## Assigned task:
Whichever lines include the word "GraphError", copy them as they appear in the data.

==== Given records

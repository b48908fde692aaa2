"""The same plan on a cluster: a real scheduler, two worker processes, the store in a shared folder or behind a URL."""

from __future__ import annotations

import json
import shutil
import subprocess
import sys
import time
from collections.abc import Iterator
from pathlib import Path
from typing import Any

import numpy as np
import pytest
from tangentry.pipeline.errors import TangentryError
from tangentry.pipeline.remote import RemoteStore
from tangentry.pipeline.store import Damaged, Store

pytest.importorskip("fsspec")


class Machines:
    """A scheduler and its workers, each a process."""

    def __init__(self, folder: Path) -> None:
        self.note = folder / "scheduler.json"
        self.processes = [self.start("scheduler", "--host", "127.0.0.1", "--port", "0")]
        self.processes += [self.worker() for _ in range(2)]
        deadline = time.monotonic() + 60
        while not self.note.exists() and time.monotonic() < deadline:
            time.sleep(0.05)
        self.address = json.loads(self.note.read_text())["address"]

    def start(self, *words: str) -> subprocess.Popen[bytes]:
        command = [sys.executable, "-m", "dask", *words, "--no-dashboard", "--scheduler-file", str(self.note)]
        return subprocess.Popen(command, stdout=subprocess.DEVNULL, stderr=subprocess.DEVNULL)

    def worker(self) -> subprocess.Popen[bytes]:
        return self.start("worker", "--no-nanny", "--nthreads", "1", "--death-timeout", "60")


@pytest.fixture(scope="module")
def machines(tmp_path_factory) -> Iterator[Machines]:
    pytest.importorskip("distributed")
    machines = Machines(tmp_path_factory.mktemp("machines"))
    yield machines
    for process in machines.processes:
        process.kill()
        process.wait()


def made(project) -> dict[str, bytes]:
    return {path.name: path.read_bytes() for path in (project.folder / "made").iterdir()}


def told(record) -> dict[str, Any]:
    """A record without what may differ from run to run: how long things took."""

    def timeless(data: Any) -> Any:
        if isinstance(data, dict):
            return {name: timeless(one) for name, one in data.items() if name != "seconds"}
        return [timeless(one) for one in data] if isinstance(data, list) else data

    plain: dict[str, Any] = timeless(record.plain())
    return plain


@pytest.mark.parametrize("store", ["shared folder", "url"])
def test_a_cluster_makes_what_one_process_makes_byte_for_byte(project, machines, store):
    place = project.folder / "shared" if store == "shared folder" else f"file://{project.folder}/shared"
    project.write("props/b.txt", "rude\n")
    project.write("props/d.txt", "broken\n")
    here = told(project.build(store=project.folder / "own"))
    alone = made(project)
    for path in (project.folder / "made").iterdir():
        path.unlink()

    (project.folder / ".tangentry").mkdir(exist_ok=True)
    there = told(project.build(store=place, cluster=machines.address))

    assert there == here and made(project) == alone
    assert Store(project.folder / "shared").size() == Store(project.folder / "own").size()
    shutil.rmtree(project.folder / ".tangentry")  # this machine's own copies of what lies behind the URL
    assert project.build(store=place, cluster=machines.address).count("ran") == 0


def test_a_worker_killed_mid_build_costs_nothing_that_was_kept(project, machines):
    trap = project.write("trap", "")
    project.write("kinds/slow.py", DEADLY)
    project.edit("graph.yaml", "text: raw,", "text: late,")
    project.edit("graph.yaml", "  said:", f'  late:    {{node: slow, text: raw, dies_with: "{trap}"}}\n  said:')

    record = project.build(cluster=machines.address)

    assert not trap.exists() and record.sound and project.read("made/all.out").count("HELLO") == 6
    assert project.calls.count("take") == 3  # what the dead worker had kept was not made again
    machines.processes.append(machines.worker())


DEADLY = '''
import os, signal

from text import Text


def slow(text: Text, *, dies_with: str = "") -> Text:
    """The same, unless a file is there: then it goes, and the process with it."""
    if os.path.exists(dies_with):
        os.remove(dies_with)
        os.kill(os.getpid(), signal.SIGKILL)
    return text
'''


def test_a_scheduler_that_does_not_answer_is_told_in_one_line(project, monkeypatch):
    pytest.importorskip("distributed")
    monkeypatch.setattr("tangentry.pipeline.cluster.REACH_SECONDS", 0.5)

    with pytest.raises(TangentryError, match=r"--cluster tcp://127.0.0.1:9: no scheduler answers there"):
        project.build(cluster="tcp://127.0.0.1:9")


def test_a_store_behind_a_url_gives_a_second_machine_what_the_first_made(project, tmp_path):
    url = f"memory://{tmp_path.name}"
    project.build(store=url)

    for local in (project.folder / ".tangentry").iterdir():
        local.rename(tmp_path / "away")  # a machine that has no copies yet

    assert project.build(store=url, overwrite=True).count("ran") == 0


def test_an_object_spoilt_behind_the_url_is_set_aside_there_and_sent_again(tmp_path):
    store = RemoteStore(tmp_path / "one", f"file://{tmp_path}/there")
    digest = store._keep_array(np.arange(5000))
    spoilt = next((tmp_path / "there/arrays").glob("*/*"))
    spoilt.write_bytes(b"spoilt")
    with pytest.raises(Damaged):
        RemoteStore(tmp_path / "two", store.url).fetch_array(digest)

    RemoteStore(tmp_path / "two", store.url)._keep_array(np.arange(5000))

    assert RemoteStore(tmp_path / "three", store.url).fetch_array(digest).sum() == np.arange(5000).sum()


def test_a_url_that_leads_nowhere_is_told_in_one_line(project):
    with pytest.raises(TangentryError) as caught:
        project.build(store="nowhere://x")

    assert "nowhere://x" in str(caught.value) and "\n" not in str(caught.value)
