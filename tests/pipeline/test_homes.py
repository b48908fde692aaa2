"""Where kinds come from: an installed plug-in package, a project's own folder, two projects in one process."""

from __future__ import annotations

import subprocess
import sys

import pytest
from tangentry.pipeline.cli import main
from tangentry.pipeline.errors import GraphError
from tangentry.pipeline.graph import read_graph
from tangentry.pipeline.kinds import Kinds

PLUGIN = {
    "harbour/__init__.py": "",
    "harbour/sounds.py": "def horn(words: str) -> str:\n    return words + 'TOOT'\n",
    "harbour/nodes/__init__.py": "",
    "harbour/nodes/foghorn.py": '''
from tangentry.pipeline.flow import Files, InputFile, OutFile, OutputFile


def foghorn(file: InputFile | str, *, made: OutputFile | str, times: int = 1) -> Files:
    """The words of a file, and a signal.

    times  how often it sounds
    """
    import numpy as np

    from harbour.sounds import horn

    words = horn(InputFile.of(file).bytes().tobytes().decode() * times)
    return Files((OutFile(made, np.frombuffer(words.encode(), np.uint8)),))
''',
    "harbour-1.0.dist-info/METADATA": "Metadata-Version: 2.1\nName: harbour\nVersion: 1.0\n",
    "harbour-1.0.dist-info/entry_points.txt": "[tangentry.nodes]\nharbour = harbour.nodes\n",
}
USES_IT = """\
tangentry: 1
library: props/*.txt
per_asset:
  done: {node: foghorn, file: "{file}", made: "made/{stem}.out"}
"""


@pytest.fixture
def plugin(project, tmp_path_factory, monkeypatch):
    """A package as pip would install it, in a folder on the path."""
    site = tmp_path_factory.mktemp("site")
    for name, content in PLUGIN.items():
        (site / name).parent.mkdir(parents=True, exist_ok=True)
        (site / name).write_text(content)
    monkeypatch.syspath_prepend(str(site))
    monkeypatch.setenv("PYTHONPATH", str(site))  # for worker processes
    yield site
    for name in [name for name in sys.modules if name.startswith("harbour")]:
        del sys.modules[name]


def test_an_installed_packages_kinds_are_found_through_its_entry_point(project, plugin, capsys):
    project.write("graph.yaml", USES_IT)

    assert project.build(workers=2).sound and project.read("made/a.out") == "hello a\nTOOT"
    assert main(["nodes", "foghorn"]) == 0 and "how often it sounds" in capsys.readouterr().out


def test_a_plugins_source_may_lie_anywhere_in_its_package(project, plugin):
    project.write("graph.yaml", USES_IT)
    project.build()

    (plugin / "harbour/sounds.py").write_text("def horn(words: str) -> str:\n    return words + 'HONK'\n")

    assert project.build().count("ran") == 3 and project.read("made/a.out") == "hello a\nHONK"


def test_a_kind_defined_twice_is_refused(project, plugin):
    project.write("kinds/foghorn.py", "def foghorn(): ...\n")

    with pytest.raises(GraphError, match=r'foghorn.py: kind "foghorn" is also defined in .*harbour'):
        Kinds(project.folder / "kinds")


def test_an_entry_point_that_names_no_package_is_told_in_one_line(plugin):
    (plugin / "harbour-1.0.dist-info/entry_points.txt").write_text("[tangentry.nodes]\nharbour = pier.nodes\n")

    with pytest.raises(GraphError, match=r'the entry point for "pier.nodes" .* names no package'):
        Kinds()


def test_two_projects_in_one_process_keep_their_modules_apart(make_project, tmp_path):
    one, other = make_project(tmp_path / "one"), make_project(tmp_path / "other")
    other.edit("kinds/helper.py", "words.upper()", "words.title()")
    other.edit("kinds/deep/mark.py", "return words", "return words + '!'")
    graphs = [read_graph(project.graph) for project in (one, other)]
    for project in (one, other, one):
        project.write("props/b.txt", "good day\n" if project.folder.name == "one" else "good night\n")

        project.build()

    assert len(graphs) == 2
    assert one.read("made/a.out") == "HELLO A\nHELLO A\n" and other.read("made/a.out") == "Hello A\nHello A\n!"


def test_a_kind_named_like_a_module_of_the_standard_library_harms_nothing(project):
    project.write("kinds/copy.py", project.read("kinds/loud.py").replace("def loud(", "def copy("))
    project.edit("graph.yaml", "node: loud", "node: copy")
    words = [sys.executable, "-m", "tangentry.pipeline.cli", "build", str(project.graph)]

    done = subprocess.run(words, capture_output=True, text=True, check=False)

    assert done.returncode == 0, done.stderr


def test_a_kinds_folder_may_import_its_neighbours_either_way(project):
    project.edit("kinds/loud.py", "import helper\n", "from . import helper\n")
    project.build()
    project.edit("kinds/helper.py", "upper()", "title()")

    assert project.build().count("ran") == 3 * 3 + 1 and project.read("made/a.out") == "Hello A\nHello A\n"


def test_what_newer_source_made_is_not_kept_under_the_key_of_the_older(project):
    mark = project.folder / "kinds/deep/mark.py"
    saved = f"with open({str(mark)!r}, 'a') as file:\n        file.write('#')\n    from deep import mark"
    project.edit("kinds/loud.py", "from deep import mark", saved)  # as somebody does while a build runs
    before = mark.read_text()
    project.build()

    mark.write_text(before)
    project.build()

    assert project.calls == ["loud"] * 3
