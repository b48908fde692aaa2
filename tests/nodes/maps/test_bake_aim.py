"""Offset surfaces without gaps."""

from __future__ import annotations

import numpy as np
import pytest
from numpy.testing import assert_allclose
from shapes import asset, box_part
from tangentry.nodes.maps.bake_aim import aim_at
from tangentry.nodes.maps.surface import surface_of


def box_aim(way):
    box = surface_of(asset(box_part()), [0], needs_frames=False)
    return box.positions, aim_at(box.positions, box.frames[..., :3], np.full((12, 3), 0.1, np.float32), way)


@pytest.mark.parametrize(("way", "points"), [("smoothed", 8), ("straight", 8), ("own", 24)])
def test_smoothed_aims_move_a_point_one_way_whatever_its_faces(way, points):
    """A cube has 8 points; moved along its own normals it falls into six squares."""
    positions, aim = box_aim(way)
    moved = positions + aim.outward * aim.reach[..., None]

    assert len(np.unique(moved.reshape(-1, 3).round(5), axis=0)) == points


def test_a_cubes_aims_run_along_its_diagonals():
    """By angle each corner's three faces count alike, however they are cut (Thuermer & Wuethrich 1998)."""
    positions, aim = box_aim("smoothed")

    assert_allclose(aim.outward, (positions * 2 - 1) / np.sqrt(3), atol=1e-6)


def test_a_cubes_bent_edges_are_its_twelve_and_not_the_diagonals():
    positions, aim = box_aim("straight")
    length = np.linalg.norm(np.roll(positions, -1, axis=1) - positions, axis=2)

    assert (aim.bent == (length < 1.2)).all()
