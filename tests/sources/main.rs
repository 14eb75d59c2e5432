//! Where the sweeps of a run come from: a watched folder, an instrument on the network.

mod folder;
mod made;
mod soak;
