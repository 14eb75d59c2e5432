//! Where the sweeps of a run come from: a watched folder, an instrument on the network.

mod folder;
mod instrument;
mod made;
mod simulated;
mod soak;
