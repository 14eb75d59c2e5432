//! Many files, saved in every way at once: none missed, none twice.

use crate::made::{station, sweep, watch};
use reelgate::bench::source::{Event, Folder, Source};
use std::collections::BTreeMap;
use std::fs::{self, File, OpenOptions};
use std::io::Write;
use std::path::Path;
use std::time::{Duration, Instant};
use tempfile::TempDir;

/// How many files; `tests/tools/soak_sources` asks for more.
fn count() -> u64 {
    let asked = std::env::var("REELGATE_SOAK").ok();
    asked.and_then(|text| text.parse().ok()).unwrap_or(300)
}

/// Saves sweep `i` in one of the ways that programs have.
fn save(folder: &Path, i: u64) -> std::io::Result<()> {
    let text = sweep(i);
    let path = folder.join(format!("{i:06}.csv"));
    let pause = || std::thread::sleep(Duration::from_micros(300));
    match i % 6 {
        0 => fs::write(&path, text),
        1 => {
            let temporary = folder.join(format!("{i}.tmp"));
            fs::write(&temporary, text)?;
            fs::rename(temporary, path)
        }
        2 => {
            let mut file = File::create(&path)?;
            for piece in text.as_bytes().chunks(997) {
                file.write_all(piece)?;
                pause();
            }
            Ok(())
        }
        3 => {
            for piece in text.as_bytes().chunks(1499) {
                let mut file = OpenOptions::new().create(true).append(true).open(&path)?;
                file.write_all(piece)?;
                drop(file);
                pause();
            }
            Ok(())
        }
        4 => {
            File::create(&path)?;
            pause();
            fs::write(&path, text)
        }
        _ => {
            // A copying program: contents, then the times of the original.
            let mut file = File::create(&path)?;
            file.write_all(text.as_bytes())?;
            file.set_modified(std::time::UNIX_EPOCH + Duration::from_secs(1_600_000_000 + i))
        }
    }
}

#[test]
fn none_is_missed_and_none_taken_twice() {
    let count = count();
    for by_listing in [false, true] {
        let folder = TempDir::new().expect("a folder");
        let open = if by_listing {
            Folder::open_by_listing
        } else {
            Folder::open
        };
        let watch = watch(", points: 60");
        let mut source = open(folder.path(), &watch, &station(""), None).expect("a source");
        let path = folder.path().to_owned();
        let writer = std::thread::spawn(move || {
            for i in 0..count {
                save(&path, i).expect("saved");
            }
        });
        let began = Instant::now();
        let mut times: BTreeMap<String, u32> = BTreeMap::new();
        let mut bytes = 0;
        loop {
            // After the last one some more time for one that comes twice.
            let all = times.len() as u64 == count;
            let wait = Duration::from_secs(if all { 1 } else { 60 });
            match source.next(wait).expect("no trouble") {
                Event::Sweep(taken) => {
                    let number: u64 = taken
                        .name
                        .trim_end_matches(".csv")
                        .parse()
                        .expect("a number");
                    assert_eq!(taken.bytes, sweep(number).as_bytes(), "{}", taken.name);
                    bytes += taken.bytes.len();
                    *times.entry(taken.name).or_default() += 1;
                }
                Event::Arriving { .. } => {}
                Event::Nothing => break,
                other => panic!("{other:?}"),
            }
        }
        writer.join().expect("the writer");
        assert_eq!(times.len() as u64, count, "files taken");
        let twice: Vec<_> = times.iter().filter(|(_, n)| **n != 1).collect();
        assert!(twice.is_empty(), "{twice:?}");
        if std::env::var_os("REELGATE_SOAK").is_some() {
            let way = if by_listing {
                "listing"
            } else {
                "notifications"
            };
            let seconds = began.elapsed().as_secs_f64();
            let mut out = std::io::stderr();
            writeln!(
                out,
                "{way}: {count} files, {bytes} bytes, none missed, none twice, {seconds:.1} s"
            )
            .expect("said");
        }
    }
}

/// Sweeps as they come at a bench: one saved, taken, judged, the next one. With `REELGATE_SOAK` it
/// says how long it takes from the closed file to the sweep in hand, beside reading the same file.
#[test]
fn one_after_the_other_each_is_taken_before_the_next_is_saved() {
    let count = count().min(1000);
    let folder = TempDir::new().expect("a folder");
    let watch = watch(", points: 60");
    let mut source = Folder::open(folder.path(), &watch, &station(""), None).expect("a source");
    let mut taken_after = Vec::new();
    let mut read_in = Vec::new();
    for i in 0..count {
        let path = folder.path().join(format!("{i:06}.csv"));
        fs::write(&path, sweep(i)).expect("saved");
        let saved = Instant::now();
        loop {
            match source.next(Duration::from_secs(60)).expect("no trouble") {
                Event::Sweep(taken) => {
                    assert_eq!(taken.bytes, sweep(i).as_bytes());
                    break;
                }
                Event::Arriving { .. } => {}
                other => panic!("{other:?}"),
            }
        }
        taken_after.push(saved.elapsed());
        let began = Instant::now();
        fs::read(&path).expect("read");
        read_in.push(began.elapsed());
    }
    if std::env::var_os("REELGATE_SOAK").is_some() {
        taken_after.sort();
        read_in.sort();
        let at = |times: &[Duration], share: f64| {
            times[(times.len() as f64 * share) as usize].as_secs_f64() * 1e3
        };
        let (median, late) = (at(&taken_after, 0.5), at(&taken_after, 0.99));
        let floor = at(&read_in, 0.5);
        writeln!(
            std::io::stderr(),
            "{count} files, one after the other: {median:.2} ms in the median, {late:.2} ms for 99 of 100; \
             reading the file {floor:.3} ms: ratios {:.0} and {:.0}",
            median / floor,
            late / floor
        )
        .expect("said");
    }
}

========

## Answer space:
from tangentry.pipeline.errors import GraphError
    with pytest.raises(GraphError, match=r'foghorn.py: kind "foghorn" is also defined in .*harbour'):
    with pytest.raises(GraphError, match=r'the entry point for "pier.nodes" .* names no package'):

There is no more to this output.